Primitive and Reference Data types in JavaScript

There are various data types in JavaScript like – String, Number, Boolean, Object etc.

But if you categorize these data types according to memory allocation, then you find two main data types – Primitive and Non-Primitive or Reference data types.

1. Primitive data types in JavaScript

Primitive data types are stored on a stack. A Stack is a place of memory where the computer stores the types of data that are small in size.

Although a Stack is smaller in size than Heap memory, but it is much faster than the Heap memory to store and retrieve data.

Primitive data types

  • string
  • number
  • bigint
  • boolean
  • undefined
  • symbol
  • null

How are primitive data types stored in memory?

Primitive data types in Memory

The values of all variables having primitive type will be stored in the stack memory.

Primitives are Copied by their value

When a variable copies another existing variable that holds a primitive value, the value of the existing variable will copy to the new variable. And when you change the value of the new variable it does not affect the value of other variables.

Testing of Primitive data Types in console

2. Reference data types in JavaScript

Reference data types are stored on a Heap. Heap is also part of a memory like stack, but it is used for the dynamic memory allocation.
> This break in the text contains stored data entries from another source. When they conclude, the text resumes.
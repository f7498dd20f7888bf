// Dry air against published values.
#include <doctest/doctest.h>

#include "../fluids/close_to.hpp"
#include "convelope/fluids/dry_air.hpp"

using namespace convelope;

TEST_CASE("dilute air, Lemmon and Jacobsen 2004, check values of the paper") {
  // Int. J. Thermophys. 25, 21-69: viscosity uPa s, conductivity mW/(m K) at zero density
  struct row {
    double T, mu, k;
  };
  for (const row& r : {row{100.0, 7.09559, 9.35902}, row{300.0, 18.5230, 26.3529}}) {
    CAPTURE(r.T);
    const auto v = dry_air{}.values(r.T, 101325.0);
    CHECK(close_to(v.viscosity, 1e-6 * r.mu, 3e-6));
    CHECK(close_to(v.conductivity, 1e-3 * r.k, 2e-6));
  }
}

TEST_CASE("air, Lemmon et al. 2000, table of single-phase states at 0.101325 MPa") {
  // J. Phys. Chem. Ref. Data 29, 331-385 (values from memory): the real gas, so the deviation is
  // what an ideal gas leaves out. mol/m3, J/(mol K)
  struct row {
    double T, rho, cp, of_rho, of_cp;
  };
  for (const row& r :
       {row{270.0, 45.164, 29.13, 7e-4, 2.5e-3}, row{400.0, 30.461, 29.38, 3e-4, 1e-3},
        row{2000.0, 6.0899, 36.21, 6e-4, 3e-4}}) {
    CAPTURE(r.T);
    const auto v = dry_air{}.values(r.T, 101325.0);
    CHECK(close_to(v.density / 28.9586e-3, r.rho, r.of_rho));
    CHECK(close_to(v.specific_heat * 28.9586e-3, r.cp, r.of_cp));
  }
}

TEST_CASE("air, U.S. Standard Atmosphere 1976") {
  // Values from memory. Its viscosity is Sutherland's formula, 0.3 % below; its k 0.5 % below.
  const auto sea = dry_air{}.values(288.15, 101325.0);
  CHECK(close_to(sea.density, 1.2250, 5e-4));
  CHECK(close_to(sea.viscosity, 1.7894e-5, 5e-3));
  CHECK(close_to(sea.conductivity, 2.5326e-2, 1e-2));
  const auto stratosphere = dry_air{}.values(216.65, 22632.0);
  CHECK(close_to(stratosphere.density, 0.36392, 5e-4));
  CHECK(close_to(stratosphere.viscosity, 1.4216e-5, 5e-3));
  for (double T = 200.0; T <= 600.0; T += 25.0) {
    CAPTURE(T);
    const auto v = dry_air{}.values(T, 101325.0);
    const double power = T * std::sqrt(T);
    CHECK(close_to(v.viscosity, 1.458e-6 * power / (T + 110.4), 0.02));
    CHECK(close_to(v.conductivity, 2.64638e-3 * power / (T + 245.4 * std::pow(10.0, -12.0 / T)),
                   0.025));
  }
}

TEST_CASE("air at atmospheric pressure, textbook table") {
  // Incropera et al., Table A.4 (from memory); its densities are those at 1 bar.
  // Above 1200 K the table's k and Pr leave every reference equation and are not compared.
  struct row {
    double T, rho, cp, mu, k, Pr, of_mu;
  };
  constexpr row table[] = {{250, 1.3947, 1006, 159.6, 22.3, 0.720, 0.015},
                           {300, 1.1614, 1007, 184.6, 26.3, 0.707, 0.015},
                           {350, 0.9950, 1009, 208.2, 30.0, 0.700, 0.015},
                           {400, 0.8711, 1014, 230.1, 33.8, 0.690, 0.015},
                           {450, 0.7740, 1021, 250.7, 37.3, 0.686, 0.015},
                           {500, 0.6964, 1030, 270.1, 40.7, 0.684, 0.015},
                           {550, 0.6329, 1040, 288.4, 43.9, 0.683, 0.015},
                           {600, 0.5804, 1051, 305.8, 46.9, 0.685, 0.015},
                           {650, 0.5356, 1063, 322.5, 49.7, 0.690, 0.015},
                           {700, 0.4975, 1075, 338.8, 52.4, 0.695, 0.015},
                           {800, 0.4354, 1099, 369.8, 57.3, 0.709, 0.015},
                           {900, 0.3868, 1121, 398.1, 62.0, 0.720, 0.015},
                           {1000, 0.3482, 1141, 424.4, 66.7, 0.726, 0.025},
                           {1100, 0.3166, 1159, 449.0, 71.5, 0.728, 0.035},
                           {1200, 0.2902, 1175, 473.0, 76.3, 0.728, 0.040}};
  const auto compare = [&](const auto& f) {
    for (const row& r : table) {
      CAPTURE(r.T);
      const auto v = f.values(r.T, 1e5);
      CHECK(close_to(v.density, r.rho, 0.0015));
      CHECK(close_to(v.specific_heat, r.cp, 0.004));
      CHECK(close_to(v.viscosity, 1e-7 * r.mu, r.of_mu));
      CHECK(close_to(v.conductivity, 1e-3 * r.k, 0.025));
      CHECK(close_to(v.prandtl(), r.Pr, 0.03));
    }
  };
  compare(dry_air{});
  compare(dry_air_fast{});
}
Unlike primitive data types, reference data types are dynamic in nature, means they do not have a fixed size (Size can be increased or decreased), and that’s why Reference data types are perfect for storing in the heap.

Reference data types

  • Object
  • Function
  • Array

Reference data type example

In the following code you can see there is a variable a that holds an object that contains name and age properties.

In the very next the b variable copied the a variable (let b = a).
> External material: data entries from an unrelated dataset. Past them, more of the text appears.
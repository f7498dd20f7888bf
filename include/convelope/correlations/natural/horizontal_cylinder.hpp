#ifndef CONVELOPE_CORRELATIONS_NATURAL_HORIZONTAL_CYLINDER_HPP
#define CONVELOPE_CORRELATIONS_NATURAL_HORIZONTAL_CYLINDER_HPP

#include "convelope/correlations/natural/thin_layer.hpp"
#include "convelope/kinds.hpp"

namespace convelope {
inline namespace v0 {

/// A long horizontal cylinder or wire in a fluid at rest. Ra on the diameter and
/// |T_wall - T_ambient|. Film properties; a gas's expansion coefficient at the ambient temperature.
namespace horizontal_cylinder {

/// Mean Nusselt number, isothermal, one formula through laminar and turbulent flow.
/// Nu = {0.60 + 0.387 Ra^(1/6) / [1 + (0.559/Pr)^(9/16)]^(8/27)}^2
/// Range: 1e-5 <= Ra <= 1e12, all Pr. Scatter not stated.
/// Source: Churchill and Chu 1975, Int. J. Heat Mass Transfer 18, 1049-1053.
struct churchill_chu_1975
    : correlation<churchill_chu_1975, nusselt_of<diameter>, rayleigh_of<diameter>, prandtl_number> {
  static constexpr const char* id = "horizontal-cylinder/churchill-chu-1975";
  static constexpr const char* quantity = "Nu";
  static constexpr reference source{"S. W. Churchill, H. H. S. Chu", 1975,
                                    "Int. J. Heat Mass Transfer 18, 1049-1053", known::quoted,
                                    "printed ranges: 1e-6 .. 1e13, 1e-5 .. 1e12, up to 1e12"};
  static constexpr auto envelope =
      within(limit<rayleigh_of<diameter>>(1e-5, 1e12), limit<prandtl_number>(0.0, unbounded));
  static constexpr double scatter = not_stated;
  static constexpr state_rule state_at = state_rule::film;

  template <scalar T>
  CONVELOPE_FUNCTION static constexpr T formula(const T& Ra, const T& Pr) {
    return square(T(0.60 + 0.387 * power<1, 6>(Ra) *
                               power<-8, 27>(detail::thin_layer::prandtl_bracket(0.559, Pr))));
  }
};

/// Mean Nusselt number, isothermal, laminar.
/// Nu = 0.36 + 0.518 Ra^(1/4) / [1 + (0.559/Pr)^(9/16)]^(4/9)
/// Range: 1e-6 <= Ra <= 1e9, all Pr. Scatter not stated; in air 26 % below raithby_hollands_1998 at
/// Ra 1, 20 % above it at 1e-6.
/// Source: Churchill and Chu 1975, Int. J. Heat Mass Transfer 18, 1049-1053.
struct churchill_chu_laminar_1975 : correlation<churchill_chu_laminar_1975, nusselt_of<diameter>,
                                                rayleigh_of<diameter>, prandtl_number> {
  static constexpr const char* id = "horizontal-cylinder/churchill-chu-laminar-1975";
  static constexpr const char* quantity = "Nu";
  static constexpr reference source{"S. W. Churchill, H. H. S. Chu", 1975,
                                    "Int. J. Heat Mass Transfer 18, 1049-1053", known::computed,
                                    "thin-layer theory gives 0.5176 for 0.518"};
  static constexpr auto envelope =
      within(limit<rayleigh_of<diameter>>(1e-6, 1e9), limit<prandtl_number>(0.0, unbounded));
  static constexpr double scatter = not_stated;
  static constexpr state_rule state_at = state_rule::film;

  template <scalar T>
  CONVELOPE_FUNCTION static constexpr T formula(const T& Ra, const T& Pr) {
    return T(0.36 + 0.518 * power<1, 4>(Ra) *
                        power<-4, 9>(detail::thin_layer::prandtl_bracket(0.559, Pr)));
  }
};

/// Mean Nusselt number, isothermal, five power laws as published: Nu = C Ra^n with
///   1e-10 .. 1e-2  C 0.675  n 0.058
///   1e-2  .. 1e2   C 1.02   n 0.148
///   1e2   .. 1e4   C 0.850  n 0.188
///   1e4   .. 1e7   C 0.480  n 1/4
///   1e7   .. 1e12  C 0.125  n 1/3
/// It steps by up to 0.23 % where two of them meet; the upper one holds at the joint itself.
/// Scatter: the source claims 5 %.
/// Source: Morgan 1975, Adv. Heat Transfer 11, 199-264.
struct morgan_1975 : correlation<morgan_1975, nusselt_of<diameter>, rayleigh_of<diameter>> {
  static constexpr const char* id = "horizontal-cylinder/morgan-1975";
  static constexpr const char* quantity = "Nu";
  static constexpr reference source{"V. T. Morgan", 1975, "Adv. Heat Transfer 11, 199-264",
                                    known::recalled, "the last exponent is also printed 0.333"};
  static constexpr auto envelope = within(limit<rayleigh_of<diameter>>(1e-10, 1e12));
  static constexpr double scatter = 0.05;
  static constexpr state_rule state_at = state_rule::film;

  template <scalar T>
  CONVELOPE_FUNCTION static constexpr T formula(const T& Ra) {
    const auto in_range = [&](double a, double b, double c, double d, double e) {
      T r = select(Ra < T(1e7), T(d), T(e));
      r = select(Ra < T(1e4), T(c), r);
      r = select(Ra < T(1e2), T(b), r);
      return select(Ra < T(1e-2), T(a), r);
    };
    const T n = in_range(0.058, 0.148, 0.188, 0.25, 1.0 / 3.0);
    return T(in_range(0.675, 1.02, 0.850, 0.480, 0.125) * exp(T(n * log(Ra))));
  }
};

/// Mean Nusselt number, isothermal, laminar and turbulent, with a thick layer at low Ra.
/// Nu_T = 0.772 C_l Ra^(1/4), C_l = 0.671 / [1 + (0.492/Pr)^(9/16)]^(4/9);
/// f = 1 - 0.13/Nu_T^0.16; Nu_l = 2 f/ln(1 + 2 f/Nu_T); Nu_t = C_t(Pr) Ra^(1/3);
/// Nu = (Nu_l^10 + Nu_t^10)^(1/10)
/// C_t is tabulated, linear in ln Pr between the entries.
/// Range: 1e-10 <= Ra <= 1e12, 0.01 <= Pr <= 2000. Scatter not stated.
/// Source: Raithby and Hollands 1998, in Rohsenow, Hartnett, Cho (eds), Handbook of Heat Transfer,
/// 3rd ed., ch. 4.
struct raithby_hollands_1998 : correlation<raithby_hollands_1998, nusselt_of<diameter>,
                                           rayleigh_of<diameter>, prandtl_number> {
  static constexpr const char* id = "horizontal-cylinder/raithby-hollands-1998";
  static constexpr const char* quantity = "Nu";
  static constexpr reference source{
      "G. D. Raithby, K. G. T. Hollands", 1998, "Handbook of Heat Transfer, 3rd ed., ch. 4",
      known::computed,
      "C_t at Pr 0.1 is recalled as 0.092 or 0.090; averaging the plate coefficients over the "
      "surface gives 0.0896, 0.090 taken"};
  static constexpr auto envelope =
      within(limit<rayleigh_of<diameter>>(1e-10, 1e12), limit<prandtl_number>(0.01, 2000.0));
  static constexpr double scatter = not_stated;
  static constexpr state_rule state_at = state_rule::film;

  // Pr 0.01, 0.022, 0.1, 0.71, 2, 6, 50, 100, 2000
  static constexpr int entries = 9;
  static constexpr double table_ln_Pr[entries] = {
      -4.605170185988091, -3.816712825623821, -2.3025850929940455,
      -0.342490308946776, 0.6931471805599453, 1.791759469228055,
      3.912023005428146,  4.605170185988092,  7.600902459542082};
  static constexpr double table_C_t[entries] = {0.077, 0.081, 0.090, 0.103, 0.108,
                                                0.109, 0.100, 0.097, 0.088};

  template <scalar T>
  CONVELOPE_FUNCTION static constexpr T turbulent_coefficient(const T& Pr) {
    const T ln_Pr = log(Pr);
    T C_t = T(table_C_t[0]);
    for (int i = 1; i < entries; ++i) {
      const double step = table_ln_Pr[i] - table_ln_Pr[i - 1];
      const T part = T((ln_Pr - table_ln_Pr[i - 1]) * (1.0 / step));
      C_t = T(C_t + (table_C_t[i] - table_C_t[i - 1]) * smaller(larger(part, T(0.0)), T(1.0)));
    }
    return C_t;
  }

  template <scalar T>
  CONVELOPE_FUNCTION static constexpr T formula(const T& Ra, const T& Pr) {
    const T thin = T(0.772 * detail::thin_layer::laminar_coefficient(Pr) * power<1, 4>(Ra));
    const T f = T(1.0 - 0.13 * power<-4, 25>(thin));
    const T laminar = detail::thin_layer::thickened(T(2.0 * f), thin);
    return joined<10>(laminar, T(turbulent_coefficient(Pr) * cbrt(Ra)));
  }
};

}  // namespace horizontal_cylinder
}  // namespace v0
}  // namespace convelope

#endif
After that, the name property of the b variable (b.name) has been changed from "John" to "Mark".

Now when we console.log both variables, we see that the b.name as well as a.name have also changed into "Mark". Why is this happening?

let a = {
    name:"John",
    age:22
};

let b = a;

b.name = "Mark";

console.log('a => ', a);
console.log('b => ', b);
a =>  { name: 'Mark', age: 22 }
b =>  { name: 'Mark', age: 22 }
Testing of Reference data types in JS Console

How are reference data types stored in memory?
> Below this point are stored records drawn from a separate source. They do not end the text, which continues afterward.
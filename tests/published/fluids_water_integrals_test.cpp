// Enthalpy and entropy of IAPWS R7-97(2012) Table 5, between the table's states: integrals of the
// heat capacity on temperature, and of density and expansion on pressure.
#include <doctest/doctest.h>

#include <boost/math/quadrature/gauss.hpp>

#include "../fluids/close_to.hpp"
#include "convelope/fluids/liquid_water.hpp"

using namespace convelope;

namespace {
constexpr liquid_water water{};
template <class Rule>
double integral(Rule rule, double from, double to) {
  return boost::math::quadrature::gauss<double, 30>::integrate(rule, from, to);
}
}  // namespace

TEST_CASE("heat capacity adds up to the enthalpy and entropy of the release") {
  const double h = integral([](double T) { return water.values(T, 3e6).specific_heat; }, 300, 500);
  const double s =
      integral([](double T) { return water.values(T, 3e6).specific_heat / T; }, 300, 500);
  CHECK(close_to(h, 0.975542239e6 - 0.115331273e6, 0.0, 1.1e-3));
  CHECK(close_to(s, 0.258041912e4 - 0.392294792e3, 0.0, 6e-6));
}

TEST_CASE("density and expansion add up to the enthalpy and entropy of the release") {
  const double h = integral(
      [](double p) {
        const auto v = water.values(300.0, p);
        return (1.0 - 300.0 * v.expansion) / v.density;
      },
      3e6, 80e6);
  const double s = integral(
      [](double p) {
        const auto v = water.values(300.0, p);
        return -v.expansion / v.density;
      },
      3e6, 80e6);
  CHECK(close_to(h, 0.184142828e6 - 0.115331273e6, 0.0, 1.1e-3));
  CHECK(close_to(s, 0.368563852e3 - 0.392294792e3, 0.0, 1.1e-6));
}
When you assign an object to a variable, the object will be stored in the heap memory with a unique address (the address is to uniquely identify the object).

After storing the object in the heap, the address of the object will be stored in the stack for the variable, so the variable can access the object through the address. Look at the following image

Reference data types in Memory

When you Copy a JavaScript Object

When you copy a JavaScript Object (which is a reference type of data), It does not copy the object, It copies the address of the object, which means they are pointing to the same object.

So if you make a change on an object via a variable, the change will reflect all the variables that are pointing to the object.